Level 3 - Small numbers of small studies or great heterogeneity or very different population.

References

  1. Knol HM, Kempermen RFJ, Kluin-Nelemans HC, et al. Haemostatic variables during normal menstrual cycle. Thromb and Haemost 2012:107:22-29.
  2. Chaireti R, Gustafsson KM, Bystrom B, et al. Endogenous thrombin potential is higher during the luteal phase than during the follicular phase of a normal menstrual cycle. Human Reproduction 2013;28(7):1846-1852.
  3. Toth B, Nikolajek K, Rank A, et al. Gender-specific and menstraul cycle dependent differences in circulating microparticles. Platelets 2007;18(7):515-521.
  4. Giardina E-GV, Chen HJ, Sciacca RR, et al. Dynamic variability of hemostatic and fibrinolytic factors in young women. J Clin Endocrinol Metab 2004;89:6179-6184.
  5. Feuring M, Christ M, Roell A, et al. Alterations in platelet function during the ovarian cycle. Blood Coagul Fibrinolysis 2002;13:443-447.

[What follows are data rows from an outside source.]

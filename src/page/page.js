// Nothing on this page needs this script. It tells the values of the mark nearest to the pointer, shows a part of a drawing larger,
// and plays a piece of the sound.
"use strict";
const SVG = "http://www.w3.org/2000/svg";
const PREFIXES = [["M", 1e6], ["k", 1e3], ["", 1], ["m", 1e-3], ["µ", 1e-6], ["n", 1e-9]];
// Drawings over the time of the recording can be enlarged, up to so many times.
const OVER_TIME = ["excerpts", "recording", "periods"];
const LARGEST = 40;

function shown(value, unit) {
  const round = (number, digits) => Number(number.toPrecision(digits)).toString();
  if (unit === "%") return round(100 * value, 5) + " %";
  if (!unit) return round(value, 6);
  const [prefix, factor] = PREFIXES.find(([, size]) => Math.abs(value) >= size) || ["", 1];
  return round(value / factor, 7) + " " + prefix + unit;
}

// A panel of a drawing: its frame, its scales, and the stretch [from, to] of its x axis that is shown, as shares of the whole.
class Panel {
  constructor(svg, group) {
    this.svg = svg;
    this.group = group;
    this.x = this.scale(group.dataset.x);
    this.y = this.scale(group.dataset.y);
    this.titles = [...group.querySelectorAll(":scope > text")].slice(-2).map((text) => text.textContent);
    this.labels = [...group.querySelectorAll("text.at-x")];
    this.paths = [...group.querySelectorAll("path:not(.axis)")].map((path) => [path, path.getAttribute("d")]);
    this.view = [0, 1];
    this.found = null;
  }

  scale(text) {
    const [kind, ...numbers] = text.split(" ");
    const [low, high, from, to] = numbers.map(Number);
    return { log: kind === "log", low, high, from, to };
  }

  static value({ log, low, high }, share) {
    return log ? low * Math.pow(high / low, share) : low + share * (high - low);
  }

  atX(place) {
    const share = (place - this.x.from) / (this.x.to - this.x.from);
    return Panel.value(this.x, this.view[0] + share * (this.view[1] - this.view[0]));
  }

  atY(place) {
    return Panel.value(this.y, (place - this.y.from) / (this.y.to - this.y.from));
  }

  holds([x, y]) {
    return x >= this.x.from && x <= this.x.to && y <= this.y.from && y >= this.y.to;
  }

  marks() {
    if (this.found) return this.found;
    const found = [];
    for (const [path] of this.paths) {
      if (!/^(dot|fine|ring|cross|square|tick)$/.test(path.getAttribute("class"))) continue;
      for (const [, x, y] of path.getAttribute("d").matchAll(/M(-?[\d.]+) (-?[\d.]+)/g)) {
        if (x >= this.x.from && x <= this.x.to) found.push([Number(x), Number(y), path.dataset.series]);
      }
    }
    this.found = found;
    return found;
  }

  // Shows a stretch: every place in a path that is not relative to another moves along x.
  show(low, high) {
    const width = Math.max(1 / LARGEST, Math.min(1, high - low));
    low = Math.max(0, Math.min(1 - width, low));
    this.view = [low, low + width];
    this.found = null;
    const { from, to } = this.x;
    const whole = width > 0.999;
    const moved = (place) => {
      const share = ((place - from) / (to - from) - low) / width;
      return (from + share * (to - from)).toFixed(2);
    };
    for (const [path, as_drawn] of this.paths) {
      const d = as_drawn.replace(/([ML])(-?[\d.]+) |H(-?[\d.]+)/g, (_, pen, x, h) =>
        pen ? pen + moved(x) + " " : "H" + moved(h));
      path.setAttribute("d", whole ? as_drawn : d);
      if (whole) path.removeAttribute("clip-path");
      else path.setAttribute("clip-path", this.clip());
    }
    this.group.querySelectorAll(".new-at-x").forEach((text) => text.remove());
    this.labels.forEach((text) => { text.style.display = whole ? "" : "none"; });
    if (!whole) this.label();
  }

  clip() {
    if (!this.clipping) {
      const clip = document.createElementNS(SVG, "clipPath");
      clip.id = "frame-" + document.querySelectorAll("clipPath").length;
      const frame = document.createElementNS(SVG, "rect");
      const { from, to } = this.x;
      const sizes = { x: from, y: this.y.to, width: to - from, height: this.y.from - this.y.to };
      Object.entries(sizes).forEach(([name, value]) => frame.setAttribute(name, value));
      clip.append(frame);
      this.group.append(clip);
      this.clipping = "url(#" + clip.id + ")";
    }
    return this.clipping;
  }

  // Ticks, labels and grid of the stretch that is shown, in the unit of the title.
  label() {
    const unit = this.titles[0].match(/, (\D?)\w+$/);
    const factor = (unit && PREFIXES.find(([prefix]) => prefix === unit[1]) || ["", 1])[1];
    const [low, high] = [this.atX(this.x.from) / factor, this.atX(this.x.to) / factor];
    const rough = (high - low) / 5;
    const power = Math.pow(10, Math.floor(Math.log10(rough)));
    const step = [1, 2, 5, 10].map((digit) => digit * power).find((size) => size >= rough);
    let grid = "";
    for (let k = Math.ceil(low / step); k * step <= high; k++) {
      const place = this.x.from + ((k * step - low) / (high - low)) * (this.x.to - this.x.from);
      grid += "M" + place.toFixed(2) + " " + this.y.from + "V" + this.y.to;
      const text = document.createElementNS(SVG, "text");
      const facts = { class: "new-at-x", x: place.toFixed(2), y: this.y.from + 17, "text-anchor": "middle" };
      Object.entries(facts).forEach(([name, value]) => text.setAttribute(name, value));
      text.textContent = (k * step).toFixed(Math.max(0, -Math.floor(Math.log10(step) + 1e-9)));
      this.labels[0].after(text);
    }
    const [path, as_drawn] = this.paths.find(([one]) => one.classList.contains("grid"));
    path.setAttribute("d", grid + (as_drawn.match(/M[^MV]*H[^M]*/g) || []).join(""));
  }
}

// What the report in this page tells of the firing at a time, if it is among those that are kept.
let report;
function firing(svg, time_s, within_s) {
  report = report || JSON.parse(document.getElementById("gaptone-report").textContent);
  const number = (svg.closest("figure").id.match(/^r(\d+)-/) || [0, 1])[1] - 1;
  const kept = report.recordings ? report.recordings[number].evidence.firings.kept : [];
  const away = (one) => Math.abs(one[0] - time_s);
  const best = kept.reduce((best, one) => (best && away(best) <= away(one) ? best : one), null);
  if (!best || away(best) > within_s) return null;
  const [at_s, period_s, size, voltage_v] = best;
  const voltage = voltage_v === null ? "" : ", gap voltage " + shown(voltage_v, "V");
  return "firing at " + at_s + " s: period " + shown(period_s, "s") + ", size " + size + voltage;
}

function words(svg, panel, [x, y, series]) {
  const { from, to } = panel.x;
  const grain = (panel.atX(to) - panel.atX(from)) / (to - from);
  if (series === "periods" || series === "firing") {
    const known = firing(svg, panel.atX(x), 0.03 * grain);
    if (known) return known;
  }
  const { xu, yu } = panel.group.dataset;
  const title = (text, unit) => (unit ? text.replace(/, [^,]*$/, "") : text);
  const told = title(panel.titles[0], xu) + " " + shown(panel.atX(x), xu);
  // Marks of events stand above the audio: their height tells nothing.
  const level = svg.dataset.kind === "excerpts" || series === "missed" || series === "extra";
  return series + ": " + told + (level ? "" : "; " + title(panel.titles[1], yu) + " " + shown(panel.atY(y), yu));
}

function button(label, action) {
  const made = document.createElement("button");
  made.type = "button";
  made.textContent = label;
  made.addEventListener("click", action);
  return made;
}

function hear(player, time_s) {
  player.currentTime = Math.max(0, time_s);
  player.play();
}

// The place of the pointer in the units of the drawing.
function place(svg, event) {
  const matrix = svg.getScreenCTM();
  const shift = svg.querySelector("g[transform]").transform.baseVal[0].matrix.f;
  return matrix ? [(event.clientX - matrix.e) / matrix.a, (event.clientY - matrix.f) / matrix.d - shift] : [-1, -1];
}

function readable(svg, panels) {
  const out = document.createElement("p");
  out.className = "readout";
  svg.after(out);
  svg.addEventListener("pointermove", (event) => {
    const at = place(svg, event);
    let best = null;
    for (const panel of panels) {
      for (const mark of panel.marks()) {
        const away = Math.hypot(mark[0] - at[0], mark[1] - at[1]);
        if (away < 14 && (!best || away < best.away)) best = { away, mark, panel };
      }
    }
    out.textContent = best ? words(svg, best.panel, best.mark) : "";
  });
  svg.addEventListener("pointerleave", () => { out.textContent = ""; });
}

function enlargeable(svg, panels) {
  const all = (change) => () => panels.forEach((panel) => {
    const [low, high] = panel.view;
    panel.show(...change(0.5 * (low + high), high - low));
  });
  const tools = document.createElement("p");
  tools.className = "tools";
  tools.append(
    button("zoom in", all((middle, width) => [middle - width / 4, middle + width / 4])),
    button("zoom out", all((middle, width) => [middle - width, middle + width])),
    button("earlier", all((middle, width) => [middle - width, middle])),
    button("later", all((middle, width) => [middle, middle + width])));
  const section = svg.closest("section");
  const player = section && section.querySelector("audio[data-places]");
  if (player) tools.append(button("hear from its beginning", () => hear(player, panels[0].atX(panels[0].x.from))));
  svg.closest(".drawing").append(tools);
  // With a mouse a stretch is chosen by drawing over it, and a double click shows all again.
  let start = null;
  svg.addEventListener("pointerdown", (event) => {
    const at = place(svg, event);
    const panel = panels.find((one) => one.holds(at));
    start = panel && event.pointerType !== "touch" ? { panel, x: at[0] } : null;
  });
  svg.addEventListener("pointerup", (event) => {
    if (!start) return;
    const { panel, x } = start;
    const ends = [x, place(svg, event)[0]].sort((a, b) => a - b);
    start = null;
    if (ends[1] - ends[0] < 8) return;
    const [low, high] = panel.view;
    panel.show(...ends.map((end) => low + ((end - panel.x.from) / (panel.x.to - panel.x.from)) * (high - low)));
  });
  svg.addEventListener("dblclick", () => panels.forEach((panel) => panel.show(0, 1)));
}

for (const svg of document.querySelectorAll("svg.plot")) {
  const panels = [...svg.querySelectorAll("g[data-x]")].map((group) => new Panel(svg, group));
  readable(svg, panels);
  if (OVER_TIME.includes(svg.dataset.kind)) enlargeable(svg, panels);
}
for (const player of document.querySelectorAll("audio[data-places]")) {
  for (const { words, at_s } of JSON.parse(player.dataset.places).reverse()) {
    player.after(button("hear " + words, () => hear(player, at_s - 0.3)));
  }
}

  6. Koh SCL, Prasad RNV, Fong YF. Hemostatic status and fibrinolytic response potential at different phases of the menstrual cycle. Clin Appl Thrombosis Hemostasis 2005;11(3);295-301.
  7. Morse M. Establishing a normal range for D-dimer levels through pregnancy to aid in the diagnosis of pulmonary embolism and deep vein thrombosis. J Thromb Haemost 2004;2:1202-1204.

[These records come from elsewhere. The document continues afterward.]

// Nothing on this page needs this script. It tells the values of the mark nearest to the pointer, and plays a piece of the sound.
"use strict";
for (const svg of document.querySelectorAll("svg.plot")) {
  const out = document.createElement("p");
  out.className = "readout";
  svg.after(out);
  const panels = [];
  for (const group of svg.querySelectorAll("g[data-x]")) {
    const scale = (name) => {
      const [kind, low, high, from, to] = group.dataset[name].split(" ").map((part, k) => (k ? Number(part) : part));
      return (at) => {
        const share = (at - from) / (to - from);
        return kind === "log" ? low * Math.pow(high / low, share) : low + share * (high - low);
      };
    };
    const marks = [];
    for (const path of group.querySelectorAll(".dot,.fine,.ring,.cross,.square,.tick")) {
      for (const found of path.getAttribute("d").matchAll(/M(-?[\d.]+) (-?[\d.]+)/g)) {
        marks.push([Number(found[1]), Number(found[2]), path.dataset.series]);
      }
    }
    const titles = [...group.querySelectorAll("text")].slice(-2).map((text) => text.textContent);
    panels.push({ x: scale("x"), y: scale("y"), marks, titles });
  }
  svg.addEventListener("pointermove", (event) => {
    const matrix = svg.getScreenCTM();
    const shift = svg.querySelector("g[transform]").transform.baseVal[0].matrix.f;
    if (!matrix) return;
    const at = [(event.clientX - matrix.e) / matrix.a, (event.clientY - matrix.f) / matrix.d - shift];
    let best = null;
    for (const panel of panels) {
      for (const mark of panel.marks) {
        const away = Math.hypot(mark[0] - at[0], mark[1] - at[1]);
        if (away < 14 && (!best || away < best.away)) best = { away, mark, panel };
      }
    }
    const figure = (value) => Number(value.toPrecision(6)).toString();
    out.textContent = best
      ? best.mark[2] + ": " + figure(best.panel.x(best.mark[0])) + " | " + figure(best.panel.y(best.mark[1]))
      : "";
  });
  svg.addEventListener("pointerleave", () => { out.textContent = ""; });
}
for (const player of document.querySelectorAll("audio[data-places]")) {
  for (const place of JSON.parse(player.dataset.places)) {
    const button = document.createElement("button");
    button.type = "button";
    button.textContent = "hear " + place.words;
    button.addEventListener("click", () => {
      player.currentTime = Math.max(0, place.at_s - 0.3);
      player.play();
    });
    player.after(button);
  }
}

  8. Gatti l, Tenconi PM, Guarneri D et al. Hemostatic parameters and platelet activation by flow-cytometry in normal pregnancy: a longitudinal study. Int J Clin Lab Res 1994;24:217-219.
  9. Suzuki S, Morishita S. Platelet hemostatic capacity (PHC) and fibrinolytic inhibitors during pregnancy. Semin Thromb Hemost 1998;24:449-451.
  10. Basu HK. Fibrin degradation products in sera of women with normal menstruation and menorrhagia BMJ 1970;1:74-75
  11. Bisht D, Gupta SC, Kaushik S, et al. Fibrinolysis in idiopathic menorrhagia. Indian Journal of Pathology & Microbiology 1991;34:200-202.
  12. Hahn L, Cedeblad G, Rybo G, et al. Blood coagulation, fibrinolysis and plasma proteins in women with normal and with excessive menstrual blood loss. BJOG 1976:83:974-980
  13. Cole SK, Clarkson AR. Menstrual blood loss and fibrin degradation products. BMJ 1972;1:78-79.